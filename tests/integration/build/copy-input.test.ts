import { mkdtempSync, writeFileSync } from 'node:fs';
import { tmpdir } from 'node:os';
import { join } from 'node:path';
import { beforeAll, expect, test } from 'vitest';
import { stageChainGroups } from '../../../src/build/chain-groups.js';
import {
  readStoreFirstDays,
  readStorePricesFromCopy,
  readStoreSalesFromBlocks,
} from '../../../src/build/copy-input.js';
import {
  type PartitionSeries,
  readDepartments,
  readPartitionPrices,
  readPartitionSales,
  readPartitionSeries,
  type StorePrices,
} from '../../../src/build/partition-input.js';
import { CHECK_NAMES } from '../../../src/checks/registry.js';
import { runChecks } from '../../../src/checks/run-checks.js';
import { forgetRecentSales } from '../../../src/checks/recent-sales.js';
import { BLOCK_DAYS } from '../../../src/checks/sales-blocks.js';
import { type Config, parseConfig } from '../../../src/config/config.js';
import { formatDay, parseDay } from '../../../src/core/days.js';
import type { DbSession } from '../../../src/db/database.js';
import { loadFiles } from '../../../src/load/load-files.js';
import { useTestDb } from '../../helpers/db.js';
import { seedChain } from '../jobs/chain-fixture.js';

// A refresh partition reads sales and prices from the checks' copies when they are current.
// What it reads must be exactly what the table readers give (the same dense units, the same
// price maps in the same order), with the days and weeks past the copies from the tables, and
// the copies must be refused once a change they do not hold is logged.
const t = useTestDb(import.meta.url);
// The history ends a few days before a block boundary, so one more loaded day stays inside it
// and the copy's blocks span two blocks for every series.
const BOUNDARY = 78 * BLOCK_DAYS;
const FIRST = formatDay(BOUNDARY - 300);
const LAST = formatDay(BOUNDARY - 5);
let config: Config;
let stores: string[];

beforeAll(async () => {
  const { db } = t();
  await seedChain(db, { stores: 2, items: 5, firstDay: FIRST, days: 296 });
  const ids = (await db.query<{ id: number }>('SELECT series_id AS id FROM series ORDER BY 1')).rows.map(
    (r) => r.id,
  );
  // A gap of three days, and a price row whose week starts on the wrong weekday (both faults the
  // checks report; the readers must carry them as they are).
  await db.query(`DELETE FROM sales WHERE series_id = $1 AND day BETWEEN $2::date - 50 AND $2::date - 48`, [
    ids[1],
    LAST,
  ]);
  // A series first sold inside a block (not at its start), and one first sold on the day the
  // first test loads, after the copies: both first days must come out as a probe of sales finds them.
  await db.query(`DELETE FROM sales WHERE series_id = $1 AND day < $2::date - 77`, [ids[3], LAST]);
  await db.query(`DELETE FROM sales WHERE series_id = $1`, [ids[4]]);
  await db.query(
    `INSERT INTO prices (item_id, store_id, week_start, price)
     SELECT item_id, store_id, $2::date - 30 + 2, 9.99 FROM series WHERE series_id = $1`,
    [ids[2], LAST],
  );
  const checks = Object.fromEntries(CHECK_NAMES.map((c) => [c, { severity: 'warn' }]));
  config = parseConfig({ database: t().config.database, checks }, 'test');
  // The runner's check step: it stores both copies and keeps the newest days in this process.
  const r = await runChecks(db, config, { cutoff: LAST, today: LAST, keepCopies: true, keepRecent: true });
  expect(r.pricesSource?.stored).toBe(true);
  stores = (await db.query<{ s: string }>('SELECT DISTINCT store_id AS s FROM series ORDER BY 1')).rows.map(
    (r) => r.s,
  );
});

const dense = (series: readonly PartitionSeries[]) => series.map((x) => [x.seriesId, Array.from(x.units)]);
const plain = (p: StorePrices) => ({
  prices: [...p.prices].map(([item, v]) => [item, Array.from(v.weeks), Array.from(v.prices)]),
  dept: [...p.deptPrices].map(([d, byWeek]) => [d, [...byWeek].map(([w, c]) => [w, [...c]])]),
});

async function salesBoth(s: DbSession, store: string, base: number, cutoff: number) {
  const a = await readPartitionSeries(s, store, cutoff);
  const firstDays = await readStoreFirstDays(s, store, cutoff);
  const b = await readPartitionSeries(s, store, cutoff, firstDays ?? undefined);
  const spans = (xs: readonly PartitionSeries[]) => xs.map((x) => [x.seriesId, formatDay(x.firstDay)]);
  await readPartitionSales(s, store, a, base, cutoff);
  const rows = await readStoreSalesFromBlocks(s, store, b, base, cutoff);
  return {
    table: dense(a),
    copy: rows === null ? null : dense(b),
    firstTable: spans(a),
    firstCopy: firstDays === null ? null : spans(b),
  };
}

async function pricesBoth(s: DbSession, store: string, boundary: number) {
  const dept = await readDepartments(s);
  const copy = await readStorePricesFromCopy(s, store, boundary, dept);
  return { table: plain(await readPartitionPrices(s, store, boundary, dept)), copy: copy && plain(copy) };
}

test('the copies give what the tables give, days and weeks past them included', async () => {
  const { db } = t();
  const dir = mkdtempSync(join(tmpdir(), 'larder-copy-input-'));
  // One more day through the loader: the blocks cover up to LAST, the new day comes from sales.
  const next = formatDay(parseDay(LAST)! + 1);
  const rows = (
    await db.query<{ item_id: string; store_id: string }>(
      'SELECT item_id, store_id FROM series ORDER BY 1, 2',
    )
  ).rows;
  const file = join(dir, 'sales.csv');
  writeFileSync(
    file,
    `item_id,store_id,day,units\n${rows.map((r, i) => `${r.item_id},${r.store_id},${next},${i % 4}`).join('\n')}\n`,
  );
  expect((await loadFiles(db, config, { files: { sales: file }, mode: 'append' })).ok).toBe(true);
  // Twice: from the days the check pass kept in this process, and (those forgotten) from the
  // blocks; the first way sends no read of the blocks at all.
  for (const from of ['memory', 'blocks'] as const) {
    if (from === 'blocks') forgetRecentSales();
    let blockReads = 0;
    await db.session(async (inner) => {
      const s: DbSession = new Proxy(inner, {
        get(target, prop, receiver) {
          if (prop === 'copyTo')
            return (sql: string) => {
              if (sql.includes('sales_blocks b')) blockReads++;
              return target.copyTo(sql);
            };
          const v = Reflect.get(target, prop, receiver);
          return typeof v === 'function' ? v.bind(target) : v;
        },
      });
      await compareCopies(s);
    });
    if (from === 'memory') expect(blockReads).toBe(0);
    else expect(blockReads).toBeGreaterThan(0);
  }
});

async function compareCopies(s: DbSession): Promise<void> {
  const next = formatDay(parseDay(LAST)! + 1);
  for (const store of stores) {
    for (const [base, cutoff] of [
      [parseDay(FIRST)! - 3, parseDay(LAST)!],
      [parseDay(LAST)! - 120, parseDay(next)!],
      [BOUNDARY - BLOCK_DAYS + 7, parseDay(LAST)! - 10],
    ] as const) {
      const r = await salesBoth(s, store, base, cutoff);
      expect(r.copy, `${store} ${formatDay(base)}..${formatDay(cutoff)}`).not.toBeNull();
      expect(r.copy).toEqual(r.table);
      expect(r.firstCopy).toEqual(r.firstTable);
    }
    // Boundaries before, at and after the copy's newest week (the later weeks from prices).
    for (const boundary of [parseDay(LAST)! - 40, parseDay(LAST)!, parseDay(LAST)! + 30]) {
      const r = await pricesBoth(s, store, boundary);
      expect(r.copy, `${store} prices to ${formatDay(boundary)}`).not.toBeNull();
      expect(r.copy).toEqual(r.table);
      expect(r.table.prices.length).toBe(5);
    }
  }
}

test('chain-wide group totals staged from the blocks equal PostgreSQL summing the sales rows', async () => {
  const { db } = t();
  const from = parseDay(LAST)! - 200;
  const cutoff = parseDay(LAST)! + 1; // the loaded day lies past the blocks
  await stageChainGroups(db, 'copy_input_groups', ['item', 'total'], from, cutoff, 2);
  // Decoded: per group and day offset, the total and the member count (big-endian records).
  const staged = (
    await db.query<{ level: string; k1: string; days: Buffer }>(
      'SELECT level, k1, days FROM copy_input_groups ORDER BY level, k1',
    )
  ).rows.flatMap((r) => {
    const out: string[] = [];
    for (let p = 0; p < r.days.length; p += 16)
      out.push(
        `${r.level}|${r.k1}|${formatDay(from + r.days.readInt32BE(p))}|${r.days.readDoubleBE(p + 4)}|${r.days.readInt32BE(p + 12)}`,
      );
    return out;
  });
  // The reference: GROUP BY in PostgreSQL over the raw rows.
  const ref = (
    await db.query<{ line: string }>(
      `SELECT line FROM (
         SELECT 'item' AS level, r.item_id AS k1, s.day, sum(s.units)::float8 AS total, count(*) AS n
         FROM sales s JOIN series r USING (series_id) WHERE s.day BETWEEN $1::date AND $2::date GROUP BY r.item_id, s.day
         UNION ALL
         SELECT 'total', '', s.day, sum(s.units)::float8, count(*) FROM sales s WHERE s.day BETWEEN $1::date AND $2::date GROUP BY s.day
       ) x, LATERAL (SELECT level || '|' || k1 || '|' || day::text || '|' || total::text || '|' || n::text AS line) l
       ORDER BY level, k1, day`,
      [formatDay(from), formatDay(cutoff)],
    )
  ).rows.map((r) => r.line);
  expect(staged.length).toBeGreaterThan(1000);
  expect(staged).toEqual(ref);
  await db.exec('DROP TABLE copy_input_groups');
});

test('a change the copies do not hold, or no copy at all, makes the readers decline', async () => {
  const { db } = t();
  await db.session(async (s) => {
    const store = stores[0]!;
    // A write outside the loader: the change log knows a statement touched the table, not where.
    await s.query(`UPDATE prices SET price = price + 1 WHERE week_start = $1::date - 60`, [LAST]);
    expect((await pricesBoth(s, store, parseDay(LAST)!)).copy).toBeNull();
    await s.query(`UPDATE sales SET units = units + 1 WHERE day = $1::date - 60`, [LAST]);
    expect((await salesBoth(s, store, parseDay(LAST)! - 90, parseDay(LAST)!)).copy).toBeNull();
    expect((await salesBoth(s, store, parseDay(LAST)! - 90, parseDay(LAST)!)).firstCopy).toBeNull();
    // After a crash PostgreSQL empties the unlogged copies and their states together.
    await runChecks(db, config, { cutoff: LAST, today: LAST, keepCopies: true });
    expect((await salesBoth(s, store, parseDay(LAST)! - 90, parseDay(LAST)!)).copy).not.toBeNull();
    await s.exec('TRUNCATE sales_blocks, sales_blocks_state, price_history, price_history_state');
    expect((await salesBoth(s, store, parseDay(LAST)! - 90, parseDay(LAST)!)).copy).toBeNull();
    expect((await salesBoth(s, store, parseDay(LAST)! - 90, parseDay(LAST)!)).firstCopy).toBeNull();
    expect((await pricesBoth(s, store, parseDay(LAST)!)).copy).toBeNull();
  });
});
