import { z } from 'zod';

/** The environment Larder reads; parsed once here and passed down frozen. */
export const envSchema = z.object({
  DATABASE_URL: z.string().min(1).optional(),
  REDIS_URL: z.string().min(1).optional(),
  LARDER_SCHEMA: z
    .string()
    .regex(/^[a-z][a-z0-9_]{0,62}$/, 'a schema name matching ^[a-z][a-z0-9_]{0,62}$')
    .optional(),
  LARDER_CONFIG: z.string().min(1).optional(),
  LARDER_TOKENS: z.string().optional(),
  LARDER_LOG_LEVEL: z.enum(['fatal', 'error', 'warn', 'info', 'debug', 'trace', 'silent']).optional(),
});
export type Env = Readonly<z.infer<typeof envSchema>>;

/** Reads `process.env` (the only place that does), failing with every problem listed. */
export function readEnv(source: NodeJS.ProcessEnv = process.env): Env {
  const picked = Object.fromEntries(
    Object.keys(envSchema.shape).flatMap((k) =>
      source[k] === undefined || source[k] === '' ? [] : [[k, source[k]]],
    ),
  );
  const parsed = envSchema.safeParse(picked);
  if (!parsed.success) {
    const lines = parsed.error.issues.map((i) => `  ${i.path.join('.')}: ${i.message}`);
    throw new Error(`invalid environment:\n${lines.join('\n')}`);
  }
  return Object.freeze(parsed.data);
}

____________

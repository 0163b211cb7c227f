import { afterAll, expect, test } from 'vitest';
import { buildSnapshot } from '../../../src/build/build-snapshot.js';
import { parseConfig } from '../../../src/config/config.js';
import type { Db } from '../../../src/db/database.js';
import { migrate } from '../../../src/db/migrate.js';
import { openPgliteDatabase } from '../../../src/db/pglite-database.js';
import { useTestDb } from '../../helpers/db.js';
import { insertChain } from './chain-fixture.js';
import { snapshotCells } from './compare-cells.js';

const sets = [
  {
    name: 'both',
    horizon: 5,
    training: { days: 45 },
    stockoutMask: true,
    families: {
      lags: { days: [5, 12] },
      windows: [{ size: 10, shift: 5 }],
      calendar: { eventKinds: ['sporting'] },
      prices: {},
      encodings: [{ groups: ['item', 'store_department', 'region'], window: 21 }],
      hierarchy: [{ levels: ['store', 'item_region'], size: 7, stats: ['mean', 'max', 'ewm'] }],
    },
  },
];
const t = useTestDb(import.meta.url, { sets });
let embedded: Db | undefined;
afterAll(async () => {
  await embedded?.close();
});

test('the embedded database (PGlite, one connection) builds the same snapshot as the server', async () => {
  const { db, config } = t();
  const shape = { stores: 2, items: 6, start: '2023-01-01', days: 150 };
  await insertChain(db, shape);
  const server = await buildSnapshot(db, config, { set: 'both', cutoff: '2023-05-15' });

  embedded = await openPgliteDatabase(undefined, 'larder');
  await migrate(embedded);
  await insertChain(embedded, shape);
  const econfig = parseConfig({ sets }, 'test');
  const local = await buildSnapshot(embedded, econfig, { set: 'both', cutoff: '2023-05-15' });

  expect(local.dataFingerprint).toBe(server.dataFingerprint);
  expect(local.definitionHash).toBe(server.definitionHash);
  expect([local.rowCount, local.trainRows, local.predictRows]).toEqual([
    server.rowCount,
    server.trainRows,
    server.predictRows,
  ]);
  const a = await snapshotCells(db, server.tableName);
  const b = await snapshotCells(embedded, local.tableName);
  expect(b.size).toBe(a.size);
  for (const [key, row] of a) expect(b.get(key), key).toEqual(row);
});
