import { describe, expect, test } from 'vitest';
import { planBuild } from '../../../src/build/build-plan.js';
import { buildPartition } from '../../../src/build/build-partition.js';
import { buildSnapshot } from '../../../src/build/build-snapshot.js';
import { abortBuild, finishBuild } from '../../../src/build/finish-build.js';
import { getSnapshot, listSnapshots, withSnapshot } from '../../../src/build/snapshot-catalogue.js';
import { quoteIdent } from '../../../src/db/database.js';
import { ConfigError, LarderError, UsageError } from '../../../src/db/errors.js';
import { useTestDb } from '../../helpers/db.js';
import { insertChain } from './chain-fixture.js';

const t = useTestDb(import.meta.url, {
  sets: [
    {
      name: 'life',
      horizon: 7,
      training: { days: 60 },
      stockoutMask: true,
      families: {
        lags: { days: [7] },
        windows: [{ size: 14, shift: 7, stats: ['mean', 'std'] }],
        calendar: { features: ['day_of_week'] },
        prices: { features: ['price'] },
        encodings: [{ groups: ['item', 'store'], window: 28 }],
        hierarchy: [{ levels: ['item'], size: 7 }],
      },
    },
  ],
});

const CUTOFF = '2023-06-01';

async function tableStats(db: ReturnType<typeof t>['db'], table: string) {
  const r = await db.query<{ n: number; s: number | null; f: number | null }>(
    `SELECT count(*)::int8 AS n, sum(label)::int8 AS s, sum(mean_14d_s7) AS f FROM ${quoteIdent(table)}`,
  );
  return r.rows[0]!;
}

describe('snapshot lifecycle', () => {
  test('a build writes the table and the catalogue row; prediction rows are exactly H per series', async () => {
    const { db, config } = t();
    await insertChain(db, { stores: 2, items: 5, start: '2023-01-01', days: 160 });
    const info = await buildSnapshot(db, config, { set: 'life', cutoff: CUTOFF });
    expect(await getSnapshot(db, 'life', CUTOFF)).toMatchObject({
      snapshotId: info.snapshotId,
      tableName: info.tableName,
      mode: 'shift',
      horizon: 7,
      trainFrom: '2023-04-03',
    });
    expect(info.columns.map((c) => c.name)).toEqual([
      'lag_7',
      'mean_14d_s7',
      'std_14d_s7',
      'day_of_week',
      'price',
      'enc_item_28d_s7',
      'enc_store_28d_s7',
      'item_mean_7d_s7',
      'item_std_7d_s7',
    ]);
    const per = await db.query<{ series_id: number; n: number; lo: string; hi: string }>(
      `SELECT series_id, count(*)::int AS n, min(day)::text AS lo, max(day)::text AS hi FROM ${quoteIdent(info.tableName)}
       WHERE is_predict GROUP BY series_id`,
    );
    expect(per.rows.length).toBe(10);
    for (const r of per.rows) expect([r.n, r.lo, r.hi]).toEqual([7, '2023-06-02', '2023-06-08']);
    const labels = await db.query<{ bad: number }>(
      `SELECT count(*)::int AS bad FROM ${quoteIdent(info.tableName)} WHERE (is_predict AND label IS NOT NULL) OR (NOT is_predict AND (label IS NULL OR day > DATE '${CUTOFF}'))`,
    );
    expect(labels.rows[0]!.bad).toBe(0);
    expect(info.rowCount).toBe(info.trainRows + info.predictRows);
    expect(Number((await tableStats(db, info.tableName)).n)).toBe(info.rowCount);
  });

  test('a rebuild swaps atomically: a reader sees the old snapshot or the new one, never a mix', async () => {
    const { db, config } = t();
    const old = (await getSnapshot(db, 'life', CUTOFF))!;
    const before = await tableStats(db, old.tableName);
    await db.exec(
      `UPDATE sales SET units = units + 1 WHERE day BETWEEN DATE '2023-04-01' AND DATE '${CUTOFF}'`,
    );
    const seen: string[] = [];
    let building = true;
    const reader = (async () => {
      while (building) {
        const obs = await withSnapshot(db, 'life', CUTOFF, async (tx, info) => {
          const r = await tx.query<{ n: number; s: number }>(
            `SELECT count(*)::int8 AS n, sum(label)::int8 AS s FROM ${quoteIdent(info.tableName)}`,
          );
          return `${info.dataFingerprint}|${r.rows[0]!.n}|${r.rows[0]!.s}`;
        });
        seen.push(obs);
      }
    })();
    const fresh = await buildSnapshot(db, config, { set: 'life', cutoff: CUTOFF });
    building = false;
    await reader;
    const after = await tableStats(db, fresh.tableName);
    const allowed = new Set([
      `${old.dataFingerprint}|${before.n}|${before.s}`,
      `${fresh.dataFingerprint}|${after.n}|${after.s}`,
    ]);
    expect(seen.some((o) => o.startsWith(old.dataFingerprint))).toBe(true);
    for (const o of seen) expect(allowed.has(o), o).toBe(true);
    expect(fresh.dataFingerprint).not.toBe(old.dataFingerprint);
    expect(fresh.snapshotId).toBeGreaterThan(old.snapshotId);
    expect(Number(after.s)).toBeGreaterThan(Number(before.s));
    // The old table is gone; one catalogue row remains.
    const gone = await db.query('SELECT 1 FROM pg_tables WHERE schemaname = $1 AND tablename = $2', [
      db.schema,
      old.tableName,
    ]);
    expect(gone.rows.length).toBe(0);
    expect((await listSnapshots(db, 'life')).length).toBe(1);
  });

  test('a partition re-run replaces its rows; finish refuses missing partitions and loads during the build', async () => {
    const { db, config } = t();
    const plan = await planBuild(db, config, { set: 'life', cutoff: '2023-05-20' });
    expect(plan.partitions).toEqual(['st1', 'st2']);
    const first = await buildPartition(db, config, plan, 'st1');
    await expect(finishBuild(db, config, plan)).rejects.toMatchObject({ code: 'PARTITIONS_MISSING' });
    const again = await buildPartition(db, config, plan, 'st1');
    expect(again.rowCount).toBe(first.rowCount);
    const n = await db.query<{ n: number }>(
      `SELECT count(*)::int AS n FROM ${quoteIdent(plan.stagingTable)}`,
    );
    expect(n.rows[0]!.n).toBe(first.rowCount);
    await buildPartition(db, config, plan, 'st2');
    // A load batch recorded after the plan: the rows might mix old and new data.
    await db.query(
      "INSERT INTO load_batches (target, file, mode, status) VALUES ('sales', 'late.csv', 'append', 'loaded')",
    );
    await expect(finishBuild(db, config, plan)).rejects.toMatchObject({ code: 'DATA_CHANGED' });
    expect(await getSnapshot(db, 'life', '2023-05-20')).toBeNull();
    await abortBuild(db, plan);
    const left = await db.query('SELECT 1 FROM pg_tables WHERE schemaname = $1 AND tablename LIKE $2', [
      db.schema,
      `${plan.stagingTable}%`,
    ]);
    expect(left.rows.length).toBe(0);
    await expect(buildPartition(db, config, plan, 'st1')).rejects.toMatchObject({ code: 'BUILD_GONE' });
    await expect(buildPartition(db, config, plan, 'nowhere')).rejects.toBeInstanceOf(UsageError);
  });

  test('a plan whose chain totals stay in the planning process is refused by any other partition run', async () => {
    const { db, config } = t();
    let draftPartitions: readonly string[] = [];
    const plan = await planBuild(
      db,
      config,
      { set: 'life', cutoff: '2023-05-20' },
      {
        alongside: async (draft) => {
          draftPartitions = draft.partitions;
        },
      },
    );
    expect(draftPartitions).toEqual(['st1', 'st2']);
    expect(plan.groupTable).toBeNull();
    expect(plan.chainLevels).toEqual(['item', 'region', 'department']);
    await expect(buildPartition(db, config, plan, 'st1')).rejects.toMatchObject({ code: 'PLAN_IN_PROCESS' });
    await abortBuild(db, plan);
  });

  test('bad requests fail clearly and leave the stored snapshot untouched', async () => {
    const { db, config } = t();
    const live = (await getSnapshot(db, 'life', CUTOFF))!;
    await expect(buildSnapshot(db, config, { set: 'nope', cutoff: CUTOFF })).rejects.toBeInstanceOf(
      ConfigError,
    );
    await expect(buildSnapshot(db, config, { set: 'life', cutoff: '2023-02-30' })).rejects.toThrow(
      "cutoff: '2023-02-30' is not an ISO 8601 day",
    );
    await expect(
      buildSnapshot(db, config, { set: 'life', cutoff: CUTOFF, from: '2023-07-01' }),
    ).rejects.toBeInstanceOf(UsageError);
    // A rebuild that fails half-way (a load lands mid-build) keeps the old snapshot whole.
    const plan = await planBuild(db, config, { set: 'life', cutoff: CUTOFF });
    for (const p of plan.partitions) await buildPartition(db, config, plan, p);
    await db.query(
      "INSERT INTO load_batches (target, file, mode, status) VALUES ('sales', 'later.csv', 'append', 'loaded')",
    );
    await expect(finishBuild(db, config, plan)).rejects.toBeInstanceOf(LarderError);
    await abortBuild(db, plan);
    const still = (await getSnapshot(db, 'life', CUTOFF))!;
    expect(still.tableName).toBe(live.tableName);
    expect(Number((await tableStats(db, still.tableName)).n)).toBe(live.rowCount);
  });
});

____________

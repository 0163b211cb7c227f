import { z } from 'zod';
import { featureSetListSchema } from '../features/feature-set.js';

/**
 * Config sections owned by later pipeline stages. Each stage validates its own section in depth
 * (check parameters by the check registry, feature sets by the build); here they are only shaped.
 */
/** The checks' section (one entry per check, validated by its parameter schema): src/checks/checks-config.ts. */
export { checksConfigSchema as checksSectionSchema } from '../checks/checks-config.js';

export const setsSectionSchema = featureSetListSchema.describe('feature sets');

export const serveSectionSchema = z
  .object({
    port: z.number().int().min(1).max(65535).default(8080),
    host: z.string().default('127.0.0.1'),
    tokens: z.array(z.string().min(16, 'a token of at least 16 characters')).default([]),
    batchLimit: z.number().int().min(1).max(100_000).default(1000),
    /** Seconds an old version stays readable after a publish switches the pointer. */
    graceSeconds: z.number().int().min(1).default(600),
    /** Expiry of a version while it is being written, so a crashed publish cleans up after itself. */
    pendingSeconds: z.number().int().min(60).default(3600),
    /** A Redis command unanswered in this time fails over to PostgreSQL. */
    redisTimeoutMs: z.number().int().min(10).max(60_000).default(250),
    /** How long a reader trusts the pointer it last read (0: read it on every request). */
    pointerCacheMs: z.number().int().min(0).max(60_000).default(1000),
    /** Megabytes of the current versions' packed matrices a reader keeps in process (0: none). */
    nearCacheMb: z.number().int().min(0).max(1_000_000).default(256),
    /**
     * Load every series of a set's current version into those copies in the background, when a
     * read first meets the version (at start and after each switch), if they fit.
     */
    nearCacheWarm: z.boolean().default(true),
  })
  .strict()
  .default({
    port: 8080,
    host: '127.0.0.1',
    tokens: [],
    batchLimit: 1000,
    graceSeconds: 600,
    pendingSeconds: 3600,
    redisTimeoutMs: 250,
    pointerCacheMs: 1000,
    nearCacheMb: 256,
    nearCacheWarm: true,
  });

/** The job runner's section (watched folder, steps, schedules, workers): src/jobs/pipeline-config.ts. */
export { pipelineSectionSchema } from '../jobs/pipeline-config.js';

____________

*Exercise requirements*:
Some lines in the data above hold the string "readStoreSalesFromBlocks". Find and copy each of them.

*Result for this exercise*:
  readStoreSalesFromBlocks,
  const rows = await readStoreSalesFromBlocks(s, store, b, base, cutoff);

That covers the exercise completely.